▸ TASK STATEMENT
Report the count of lines with "which" in the data below, and no other words.

(Beginning of PROVIDED MATERIAL)

/// Align detected runs to the plan and label every run.
fn aligned_pieces(
    runs: &[(usize, usize, bool)],
    expected: &[ExpectedInterval],
    trace: &Trace,
    profile: &AthleteProfile,
) -> Vec<Piece> {
    // Fast runs with the slow run before each.
    let mut fast_runs = Vec::new();
    let mut fast: Vec<Fast> = Vec::new();
    for (k, &(s, e, f)) in runs.iter().enumerate() {
        if !f {
            continue;
        }
        let before = k
            .checked_sub(1)
            .and_then(|p| runs.get(p))
            .filter(|r| !r.2)
            .map(|r| trace.stats(r.0, r.1));
        fast_runs.push(k);
        fast.push(Fast {
            stats: trace.stats(s, e),
            before,
        });
    }
    let assignment = align::align(expected, &fast, profile);
    // Per run: the planned work indices it covers.
    let mut cover: Vec<Vec<usize>> = vec![Vec::new(); runs.len()];
    for (j, &k) in fast_runs.iter().enumerate() {
        if let (Some(slot), Some(a)) = (cover.get_mut(k), assignment.get(j)) {
            *slot = a.clone();
        }
    }
    let light = detect::light_trace(trace);
    let mut used = vec![false; expected.len()];
    let mut pieces = Vec::new();
    for (k, &(start, end, is_fast)) in runs.iter().enumerate() {
        if is_fast {
            let idx = cover.get(k).cloned().unwrap_or_default();
            if idx.is_empty() {
                pieces.push(Piece {
                    start,
                    end,
                    kind: SegmentKind::Work,
                    expected: None,
                    mode: None,
                });
                continue;
            }
            let items: Vec<&ExpectedInterval> =
                idx.iter().filter_map(|&i| expected.get(i)).collect();
            let mut cuts = align::split_group(trace, start, end, &items);
            // Refine cuts between targets of clearly different speed.
            for (c, cut) in cuts.iter_mut().enumerate() {
                let speeds = (
                    items.get(c).and_then(|e| e.target.centre_speed(profile)),
                    items
                        .get(c + 1)
                        .and_then(|e| e.target.centre_speed(profile)),
                );
                if let (Some(a), Some(b)) = speeds {
                    if (a / b - 1.0).abs() > GROUP_SPLIT_SPEED_DIFF {
                        if let Some(r) = detect::refine_one(trace, light, start, *cut, end) {
                            *cut = r;
                        }
                    }
                }
            }
            let mut b = vec![start];
            for c in cuts {
                if c > *b.last().unwrap_or(&start) && c < end {
                    b.push(c);
                }
            }
            b.push(end);
            for ((from, to), &i) in pairs(&b).zip(&idx) {
                if let Some(u) = used.get_mut(i) {
                    *u = true;
                }
                pieces.push(Piece {
                    start: from,
                    end: to,
                    kind: SegmentKind::Work,
                    expected: Some(i),
                    mode: None,
                });
            }
            // Unreachable in practice: fewer boundaries than segments (cuts collapsed).
            continue;
        }
        // A slow run: the planned non-work segments between its matched neighbours.
        let prev = (0..k)
            .rev()
            .find_map(|p| cover.get(p).and_then(|c| c.last().copied()));
        let next = (k + 1..runs.len()).find_map(|q| cover.get(q).and_then(|c| c.first().copied()));
        let lo = prev.map_or(0, |p| p + 1);
        let hi = next.unwrap_or(expected.len());
        let any_fast_before = runs.iter().take(k).any(|r| r.2);
        let any_fast_after = runs.iter().skip(k + 1).any(|r| r.2);
        let free = |i: &usize| {
            expected
                .get(*i)
                .is_some_and(|e| e.kind != SegmentKind::Work)
                && !used.get(*i).copied().unwrap_or(true)
        };
        // The last slow stretch takes the last planned one (the cool-down), others the first.
        let candidate = if any_fast_after {
            (lo..hi).find(free)
        } else {
            (lo..hi).rev().find(free)
        };
        let (kind, planned_mode) = match candidate.and_then(|i| expected.get(i)) {
            Some(e) => (e.kind, e.mode),
            None if !any_fast_before => (SegmentKind::Warmup, None),
            None if !any_fast_after => (SegmentKind::Cooldown, None),
            None => (SegmentKind::Recovery, None),
        };
        if let Some(u) = candidate.and_then(|i| used.get_mut(i)) {
            *u = true;
        }
        pieces.push(Piece {
            start,
            end,
            kind,
            expected: candidate,
            mode: recovery_mode(kind, planned_mode, trace, start, end),
        });
    }
    pieces
}

/// Without a plan, the work stretches found must also be faster than the rest in the
/// speed the watch recorded, by this factor. Detection runs on hill-adjusted speed, which
/// makes a steep climb at a walk look like a rep; real repeats (on a hill too: up at effort,
/// jog down) are clearly faster on the watch as well. Our design choice.
pub const RAW_STRUCTURE_RATIO: f64 = 1.08;

/// Whether the fast runs are faster than the slow runs in recorded speed (distance over
/// moving time, summed over each kind) by [`RAW_STRUCTURE_RATIO`]. `true` when either side
/// has no speed to compare.
fn raw_structure(runs: &[(usize, usize, bool)], trace: &Trace) -> bool {
    let (mut fast, mut slow) = ((0.0, 0.0), (0.0, 0.0));
    for &(start, end, is_fast) in runs {
        let st = trace.stats(start, end);
        let Some(v) = st.raw_speed else { continue };
        let side = if is_fast { &mut fast } else { &mut slow };
        side.0 += v * st.duration_s;
        side.1 += st.duration_s;
    }
    if fast.1 <= 0.0 || slow.1 <= 0.0 {
        return true;
    }
    fast.0 / fast.1 >= RAW_STRUCTURE_RATIO * (slow.0 / slow.1)
}
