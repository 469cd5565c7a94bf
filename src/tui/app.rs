//! The workstation's state and its one update function, [`App::handle`].
//!
//! `handle` takes an event (a key, a worker result, a tick) and returns the effects the
//! event loop must carry out (run a job, copy, open `$EDITOR`, write a file, quit). Grades,
//! verdicts, rulers and feedback are written to the journal inside `handle`, as they are
//! typed: the App owns the journal, and only the UI thread touches it. No threads, no
//! terminal: tests drive `handle` with an in-memory journal.

use std::collections::{BTreeMap, HashMap};
use std::path::PathBuf;
use std::sync::Arc;

use chrono::{DateTime, NaiveDate, Utc};
use crossterm::event::{Event, KeyCode, KeyEvent, KeyEventKind, KeyModifiers};

use crate::analysis::history::SessionSummary;
use crate::analysis::review::{Review, ANALYSIS_VERSION};
use crate::journal::{
    read_note, FeedbackEventKind, FeedbackVersion, FileStat, Journal, JournalError, PurposeVerdict,
    QueueEntry, ReviewStage, ReviewState, Revision, Ruler,
};
use crate::model::units::format_distance;
use crate::roster::{Athlete, Roster};
use crate::worker::{Done, Job, JobKind, Outcome};
use crate::workspace::Analysed;

use super::action::Action;
pub use super::editor::TextEditor;
use super::event::AppEvent;
use super::keymap::{Key, KeyMap};
use super::theme::Theme;

/// Something the event loop must do after `handle`.
#[derive(Debug)]
pub enum Effect {
    /// Queue a background job (`urgent`: ahead of the others).
    Submit {
        /// The job.
        job: Job,
        /// Put it first.
        urgent: bool,
    },
    /// Drop queued `Open` and `Prefetch` jobs older than this generation.
    DropStaleOpens(u64),
    /// Copy the text to the clipboard.
    Copy(String),
    /// Suspend the terminal and edit this text in `$EDITOR`.
    OpenEditor(String),
    /// Write the feedback text to a file.
    WriteFile {
        /// Where.
        path: PathBuf,
        /// What.
        text: String,
    },
    /// Write the day's messages to a file, then copy them (see [`App::export_day`]).
    WriteDay {
        /// Where.
        path: PathBuf,
        /// What.
        text: String,
    },
    /// Leave the workstation.
    Quit,
}
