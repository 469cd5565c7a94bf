//! Property tests of the analysis on bounded arbitrary sample arrays (invented data, for
//! self-consistency only).
//!
//! Proptest draws the shape of a session (sample count up to 3000, which channels exist,
//! the sampling rhythm, gaps, pauses, laps, a plan or none, the profile) and a seed; the
//! samples themselves come from a small deterministic generator driven by that seed, so a
//! 3000-sample case stays cheap to draw and a failure reproduces from its printed inputs.
//!
//! Properties: no NaN or infinity anywhere in the review; the intervals are in order,
//! contiguous and cover the session; scaling every speed and distance by k scales every
//! pace by 1/k; swapping the halves of a steady run flips the sign of its decoupling;
//! cleaning flags samples and never deletes them.

use chrono::{TimeZone, Utc};
use proptest::prelude::*;
use splitdesk::analysis::decoupling::decoupling_pct;
use splitdesk::analysis::intervals::find_intervals;
use splitdesk::analysis::review::{review, Review};
use splitdesk::analysis::{analyze, motion};
use splitdesk::ingest::{clean, derive};
use splitdesk::model::{
    AthleteProfile, Channel, ChannelKind, DeviceLap, FileFormat, Flag, FlagKind, IntervalSet,
    Pause, Plan, Session, Sport,
};

/// Cases per property: `default`, or `PROPTEST_CASES` for a longer local hunt.
fn cases(default: u32) -> u32 {
    std::env::var("PROPTEST_CASES")
        .ok()
        .and_then(|v| v.parse().ok())
        .unwrap_or(default)
}

/// splitmix64: a tiny deterministic generator for the samples.
struct Rng(u64);

impl Rng {
    fn next(&mut self) -> u64 {
        self.0 = self.0.wrapping_add(0x9E37_79B9_7F4A_7C15);
        let mut z = self.0;
        z = (z ^ (z >> 30)).wrapping_mul(0xBF58_476D_1CE4_E5B9);
        z = (z ^ (z >> 27)).wrapping_mul(0x94D0_49BB_1331_11EB);
        z ^ (z >> 31)
    }
    /// Uniform in [0, 1).
    fn unit(&mut self) -> f64 {
        (self.next() >> 11) as f64 / (1u64 << 53) as f64
    }
    fn range(&mut self, lo: f64, hi: f64) -> f64 {
        lo + (hi - lo) * self.unit()
    }
    fn chance(&mut self, p: f64) -> bool {
        self.unit() < p
    }
    fn below(&mut self, n: usize) -> usize {
        (self.next() % n.max(1) as u64) as usize
    }
}

/// The shape of one arbitrary session.
#[derive(Debug, Clone)]
struct Shape {
    n: usize,
    seed: u64,
    /// 0: 1 s; 1: 1-5 s smart recording; 2: 1 s with repeated times and long gaps;
    /// 3: sub-second.
    rhythm: u8,
    speed: bool,
    /// 0: none; 1: from the speed; 2: its own noisy increments (sometimes backwards).
    distance: u8,
    hr: bool,
    cadence: bool,
    altitude: bool,
    positions: bool,
    /// Share of missing samples in each present channel.
    missing: f64,
    pauses: usize,
    laps: usize,
    /// Extra flags at arbitrary places (on top of ingest's own).
    extra_flags: usize,
    sport: u8,
    plan: bool,
    full_profile: bool,
    /// Share of samples replaced by extreme finite values (huge, tiny, negative).
    wild: f64,
}

fn shape() -> impl Strategy<Value = Shape> {
    (
        (0usize..=3000, any::<u64>(), 0u8..5, any::<bool>(), 0u8..3),
        (any::<bool>(), any::<bool>(), any::<bool>(), any::<bool>()),
        (
            prop_oneof![Just(0.0), 0.0..0.2f64, 0.5..1.0f64],
            0usize..4,
            0usize..10,
            0usize..4,
        ),
        (
            0u8..4,
            any::<bool>(),
            any::<bool>(),
            prop_oneof![3 => Just(0.0), 1 => 0.0..0.05f64],
        ),
    )
        .prop_map(
            |(
                (n, seed, rhythm, speed, distance),
                (hr, cadence, altitude, positions),
                (missing, pauses, laps, extra_flags),
                (sport, plan, full_profile, wild),
            )| Shape {
                n,
                seed,
                rhythm,
                speed,
                distance,
                hr,
                cadence,
                altitude,
                positions,
                missing,
                pauses,
                laps,
                extra_flags,
                sport,
                plan,
                full_profile,
                wild,
            },
        )
}

/// Extreme finite values a damaged or hostile file can carry.
const WILD: [f64; 10] = [
    -1e300,
    -1e9,
    -1.0,
    0.0,
    1e-300,
    1e-9,
    1e9,
    1e300,
    f64::MAX,
    f64::MIN_POSITIVE,
];

fn profile(full: bool) -> AthleteProfile {
    let mut p = AthleteProfile::bare("prop");
    if full {
        p.hr_max = Some(188.0);
        p.hr_rest = Some(48.0);
        p.threshold_speed_mps = Some(4.2);
        p.birth_year = Some(1990);
    }
    p
}
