def build_parser() -> argparse.ArgumentParser:
    parser = _Parser(prog="bayespool", description="Pooled testing with an imperfect assay: "
                     "per-specimen probabilities, next tests, assay calibration. " + CAUTION)
    from . import __version__
    parser.add_argument("--version", action="version", version=f"bayespool {__version__}")
    sub = parser.add_subparsers(dest="command", metavar="COMMAND", parser_class=_Parser)
    shared = _shared_options()
    for add, _ in COMMANDS.values():
        add(sub, shared)
    return parser


def main(argv=None) -> int:
    parser = build_parser()
    args = parser.parse_args(argv)
    args.argv = list(sys.argv[1:] if argv is None else argv)
    if args.command is None:
        parser.print_help()
        return 2
    _, run = COMMANDS[args.command]
    args.pending_notes = []
    try:
        with warnings.catch_warnings(), spelled_as(flag):
            warnings.simplefilter("ignore", UserWarning)
            code = run(args)
        for note in args.pending_notes:
            print(note, file=sys.stderr)
        return code
    except InputError as exc:
        print(f"bayespool {args.command}: error: {exc.renamed(flag)}", file=sys.stderr)
        return 2
    except OSError as exc:
        name = getattr(exc, "filename", None)
        print(f"bayespool {args.command}: error: {name + ': ' if name else ''}"
              f"{exc.strerror or exc}", file=sys.stderr)
        return 2
    except KeyboardInterrupt:
        print(f"bayespool {args.command}: interrupted", file=sys.stderr)
        return 130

(End of PROVIDED MATERIAL)

▸ ANSWER BOX
2